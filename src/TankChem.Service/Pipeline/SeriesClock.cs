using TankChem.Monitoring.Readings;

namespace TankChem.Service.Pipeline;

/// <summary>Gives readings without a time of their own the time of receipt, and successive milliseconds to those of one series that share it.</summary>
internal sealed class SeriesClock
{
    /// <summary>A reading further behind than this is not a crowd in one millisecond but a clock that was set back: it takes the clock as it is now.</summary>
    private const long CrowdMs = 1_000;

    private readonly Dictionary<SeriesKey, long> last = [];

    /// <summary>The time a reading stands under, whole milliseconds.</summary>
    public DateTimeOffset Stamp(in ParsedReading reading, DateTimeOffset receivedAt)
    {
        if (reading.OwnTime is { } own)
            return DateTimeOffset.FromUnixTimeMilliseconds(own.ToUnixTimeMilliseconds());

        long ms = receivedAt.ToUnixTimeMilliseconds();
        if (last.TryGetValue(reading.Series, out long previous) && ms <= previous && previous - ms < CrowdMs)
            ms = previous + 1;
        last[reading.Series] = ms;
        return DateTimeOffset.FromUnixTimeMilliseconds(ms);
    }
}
——————
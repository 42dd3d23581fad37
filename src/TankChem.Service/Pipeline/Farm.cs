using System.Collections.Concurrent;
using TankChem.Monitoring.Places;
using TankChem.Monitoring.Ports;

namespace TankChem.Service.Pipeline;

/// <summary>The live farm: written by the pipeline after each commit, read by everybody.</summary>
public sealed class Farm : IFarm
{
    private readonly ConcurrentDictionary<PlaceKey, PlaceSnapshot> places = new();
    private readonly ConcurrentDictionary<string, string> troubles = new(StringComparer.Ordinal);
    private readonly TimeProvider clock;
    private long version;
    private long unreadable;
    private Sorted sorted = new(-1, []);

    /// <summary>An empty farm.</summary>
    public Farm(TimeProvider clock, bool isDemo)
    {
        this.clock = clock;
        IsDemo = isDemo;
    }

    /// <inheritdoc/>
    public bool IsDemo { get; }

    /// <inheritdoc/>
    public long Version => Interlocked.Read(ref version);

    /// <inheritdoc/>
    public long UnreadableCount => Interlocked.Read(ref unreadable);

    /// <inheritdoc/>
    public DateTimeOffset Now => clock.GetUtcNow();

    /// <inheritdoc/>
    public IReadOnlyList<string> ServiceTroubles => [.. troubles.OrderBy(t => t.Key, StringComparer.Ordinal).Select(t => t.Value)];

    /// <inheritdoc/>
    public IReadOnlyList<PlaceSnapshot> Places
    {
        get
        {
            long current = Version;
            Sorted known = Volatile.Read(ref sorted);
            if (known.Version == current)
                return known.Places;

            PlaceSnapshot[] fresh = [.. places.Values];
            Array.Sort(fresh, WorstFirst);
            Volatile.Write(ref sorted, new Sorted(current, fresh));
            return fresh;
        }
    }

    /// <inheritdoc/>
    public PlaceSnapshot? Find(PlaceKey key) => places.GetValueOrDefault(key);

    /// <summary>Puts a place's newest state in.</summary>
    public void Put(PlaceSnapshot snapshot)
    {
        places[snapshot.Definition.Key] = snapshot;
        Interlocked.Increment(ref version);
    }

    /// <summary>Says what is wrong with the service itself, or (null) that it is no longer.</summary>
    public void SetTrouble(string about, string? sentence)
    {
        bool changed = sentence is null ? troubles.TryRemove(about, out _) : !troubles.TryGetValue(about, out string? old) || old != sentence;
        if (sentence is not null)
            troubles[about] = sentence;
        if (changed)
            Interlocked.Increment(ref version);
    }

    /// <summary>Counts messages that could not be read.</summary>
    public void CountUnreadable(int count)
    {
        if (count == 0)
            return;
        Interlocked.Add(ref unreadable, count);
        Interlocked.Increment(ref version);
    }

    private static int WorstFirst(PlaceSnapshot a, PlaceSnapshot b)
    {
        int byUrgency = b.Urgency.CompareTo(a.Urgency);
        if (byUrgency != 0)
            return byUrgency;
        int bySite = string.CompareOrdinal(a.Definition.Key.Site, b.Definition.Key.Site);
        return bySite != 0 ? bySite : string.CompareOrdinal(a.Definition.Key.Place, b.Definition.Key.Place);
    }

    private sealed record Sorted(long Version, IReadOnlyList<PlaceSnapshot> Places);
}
——————
Copy out each line of the entries that holds "StringComparer".

    private readonly ConcurrentDictionary<string, string> troubles = new(StringComparer.Ordinal);
    public IReadOnlyList<string> ServiceTroubles => [.. troubles.OrderBy(t => t.Key, StringComparer.Ordinal).Select(t => t.Value)];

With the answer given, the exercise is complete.